Challenges of the Page-per-Tree Approach • How big of a tree? • What happens if the XML overflows the tree? • Natix claims an adaptive approach to choosing the tree’s granularity • Primarily based on balancing the tree, constraints on children that must appear with a parent • What other possibilities make sense? • Natix uses a B+ Tree-like scheme for achieving balance and splitting a tree across pages
Split point in parent page Example Note “proxy” nodes
That Was Simple – But What about Updates? • Clearly, insertions and deletions can affect things • Deletion may ultimately require us to rebalance • Ditto with insertion • But insertion also may make us run out of space – what to do? • Their approach: add another page; ultimately may need to split at multiple levels, as in B+ Tree • Others have studied this problem and used integer encoding schemes (plus B+ Trees) for the order
Does this Help? • According to general lore, yes • The Natix experiments in this paper were limited in their query and adaptivity loads • But the IBM guys say their approach, which is similar, works significantly better than Oracle’s shredded approach
There’s More to Updates than the Pages • What about concurrency control and recovery? • We already have a notion of hierarchical locks, but they claim: • If we want to support IDREF traversal, and indexing directly to nodes, we need more • What’s the idea behind SPP locking?

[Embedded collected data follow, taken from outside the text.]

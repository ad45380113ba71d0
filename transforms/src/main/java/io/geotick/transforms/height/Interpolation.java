package io.geotick.transforms.height;

/** How a geoid grid is interpolated between nodes. */
public enum Interpolation {
    /**
     * Bilinear between the four surrounding nodes: exact at nodes, continuous, first-order. Error for a
     * smooth surface about (Δ²/8)·|N''| per axis (Δ the node spacing).
     */
    BILINEAR,
    /**
     * Bicubic convolution over the surrounding 4 × 4 nodes with Keys' kernel (a = −1/2), i.e. a tensor
     * product of Catmull-Rom splines (Keys 1981, IEEE Trans. ASSP 29:1153; common practice for geoid
     * grids): exact at nodes, C¹, reproduces quadratics exactly. It needs one extra node on every side, so
     * it is unavailable in the outermost ring of cells (a clear error there, not a silent fallback).
     */
    BICUBIC
}
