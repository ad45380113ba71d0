package io.geotick.cli.coord;

import io.geotick.cli.Cautions;
import io.geotick.cli.CsvBatch;
import io.geotick.cli.ExitCode;
import io.geotick.cli.UserInputException;
import io.geotick.geodesy.ellipsoid.Ellipsoids;
import io.geotick.transforms.Epoch;
import io.geotick.transforms.grid.Ntv2Grid;
import io.geotick.transforms.height.GeoidGrid;
import io.geotick.transforms.helmert.Helmert;
import io.geotick.transforms.helmert.HelmertParameters;
import io.geotick.transforms.helmert.RotationConvention;
import java.io.PrintWriter;
import java.nio.file.Path;
import java.util.ArrayList;
import java.util.List;
import java.util.OptionalDouble;
import java.util.concurrent.Callable;
import picocli.CommandLine.Command;
import picocli.CommandLine.Model.CommandSpec;
import picocli.CommandLine.Option;
import picocli.CommandLine.Parameters;
import picocli.CommandLine.Spec;
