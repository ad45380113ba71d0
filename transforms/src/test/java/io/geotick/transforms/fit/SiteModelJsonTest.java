package io.geotick.transforms.fit;

import static org.assertj.core.api.Assertions.assertThat;
import static org.assertj.core.api.Assertions.assertThatThrownBy;

import java.nio.file.Files;
import java.nio.file.Path;
import org.junit.jupiter.api.Test;
import org.junit.jupiter.api.io.TempDir;

class SiteModelJsonTest {

    @Test
    void roundTripsExactly(@TempDir Path dir) throws Exception {
        for (SiteModel m : new SiteModel[] {
            SiteFitter.similarity(SiteFitterTest.similarityPoints(0.9, 0.1, 10, 20, 0.01, 5)).model(),
            SiteFitter.affine(SiteFitterTest.similarityPoints(0.9, 0.1, 10, 20, 0.01, 6)).model(),
            SiteFitter.helmert(SiteFitterTest.helmertPoints(1, 2, 3, 4, 0.002)).model()}) {
            SiteModel named = m.withSystems("EPSG:32631", "Invented site grid");
            Path file = dir.resolve(m.kind().id() + ".json");
            named.write(file);
            SiteModel back = SiteModel.read(file);
            assertThat(back).isEqualTo(named);
            assertThat(back.parameters()).isEqualTo(named.parameters());
            assertThat(back.derivedParameters()).isEqualTo(named.derivedParameters());
            assertThat(back.sourceSystem()).isEqualTo("EPSG:32631");
            assertThat(back.apply(512_000, 5_430_000, 1).x()).isEqualTo(named.apply(512_000, 5_430_000, 1).x());
        }
        SiteModel exact = SiteFitter.similarity(java.util.List.of(ControlPoint.of("A", 0, 0, 500, 300),
            ControlPoint.of("B", 3, 4, 497.2, 309.6))).model();
        String json = exact.toJson();
        assertThat(json).contains("\"covariance\" : null").contains("\"sigma0_m\" : null");
        assertThat(SiteModel.fromJson(json)).isEqualTo(exact);
    }

    @Test
    void invalidFilesNameTheProblem(@TempDir Path dir) throws Exception {
        String good = SiteFitter.similarity(SiteFitterTest.similarityPoints(0.9, 0.1, 10, 20, 0.01, 5)).model()
            .toJson();
        assertThatThrownBy(() -> SiteModel.fromJson("{not json"))
            .isInstanceOf(SiteModelFormatException.class).hasMessageContaining("not valid JSON");
        assertThatThrownBy(() -> SiteModel.fromJson("[1, 2]")).isInstanceOf(SiteModelFormatException.class)
            .hasMessageContaining("not a JSON object");
        assertThatThrownBy(() -> SiteModel.fromJson(good.replace("geotick-site-model", "other")))
            .isInstanceOf(SiteModelFormatException.class).hasMessageContaining("'format'");
        assertThatThrownBy(() -> SiteModel.fromJson(good.replace("\"format_version\" : 1", "\"format_version\" : 9")))
            .isInstanceOf(SiteModelFormatException.class).hasMessageContaining("'format_version' is 9");
        assertThatThrownBy(() -> SiteModel.fromJson(good.replace("similarity-2d", "conic")))
            .isInstanceOf(SiteModelFormatException.class).hasMessageContaining("'kind'");
        assertThatThrownBy(() -> SiteModel.fromJson(good.replace("\"name\" : \"b\"", "\"name\" : \"q\"")))
            .isInstanceOf(SiteModelFormatException.class).hasMessageContaining("'parameters[1].name'");
        assertThatThrownBy(() -> SiteModel.fromJson(good.replace("\"rms_m\"", "\"rms\"")))
            .isInstanceOf(SiteModelFormatException.class).hasMessageContaining("'statistics.rms_m'");
        assertThatThrownBy(() -> SiteModel.fromJson(good.replace("\"source\" : [", "\"source\" : [1, ")))
            .isInstanceOf(SiteModelFormatException.class).hasMessageContaining("'centroid.source'");
        assertThatThrownBy(() -> SiteModel.fromJson(good.replace("\"redundancy\" : 8", "\"redundancy\" : 7")))
            .isInstanceOf(SiteModelFormatException.class).hasMessageContaining("'statistics.redundancy' is 7");
        assertThatThrownBy(() -> SiteModel.fromJson(good.replaceFirst("\"covariance\" : \\[", "\"covariance\" : [[1], ")))
            .isInstanceOf(SiteModelFormatException.class).hasMessageContaining("'covariance'");
        Path f = dir.resolve("broken.json");
        Files.writeString(f, good.replace("\"id\" : \"P2\"", "\"id\" : 2"));
        assertThatThrownBy(() -> SiteModel.read(f)).isInstanceOf(SiteModelFormatException.class)
            .hasMessageContaining(f.toString()).hasMessageContaining("'id'");
        assertThatThrownBy(() -> SiteModel.read(dir.resolve("missing.json")))
            .isInstanceOf(java.io.UncheckedIOException.class).hasMessageContaining("missing.json");
    }
}
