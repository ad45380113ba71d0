package io.geotick.transforms.height;

import io.geotick.geodesy.InvalidCoordinateException;
import io.geotick.transforms.FileFailure;
import io.geotick.transforms.grid.GridFormatException;
import io.geotick.transforms.grid.OutsideGridException;
import java.io.BufferedReader;
import java.io.IOException;
import java.io.Reader;
import java.io.StringReader;
import java.io.UncheckedIOException;
import java.nio.charset.StandardCharsets;
import java.nio.file.Files;
import java.nio.file.Path;
import java.util.Collections;
import java.util.LinkedHashMap;
import java.util.Locale;
import java.util.Map;
import java.util.Objects;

Logging • They claim ARIES needs some modifications – why? • Their changes: • Need to make subtree updates more efficient – don’t want to write a log entry for each subtree insertion • Use (a copy of) the page itself as a means of tracking what was inserted, then batch-apply to WAL • “Annihilators”: if we undo a tree creation, then we probably don’t need to worry about undoing later changes to that tree • A few minor tweaks to minimize undo/redo when only one transaction touches a page
Assessment • Native XML storage isn’t really all that different from other means of storage • There are probably some good reasons to make a few tweaks in locking • Optimization stays harder • A real solution to materialized view creation would probably make RDBMSs come close to delivering the same performance, modulo locking
Questions • Where are the main challenges of XML processing at this point? • Impact of BinaryXML? • Are we working on the right problems? What’s XML going to be used for, anyway?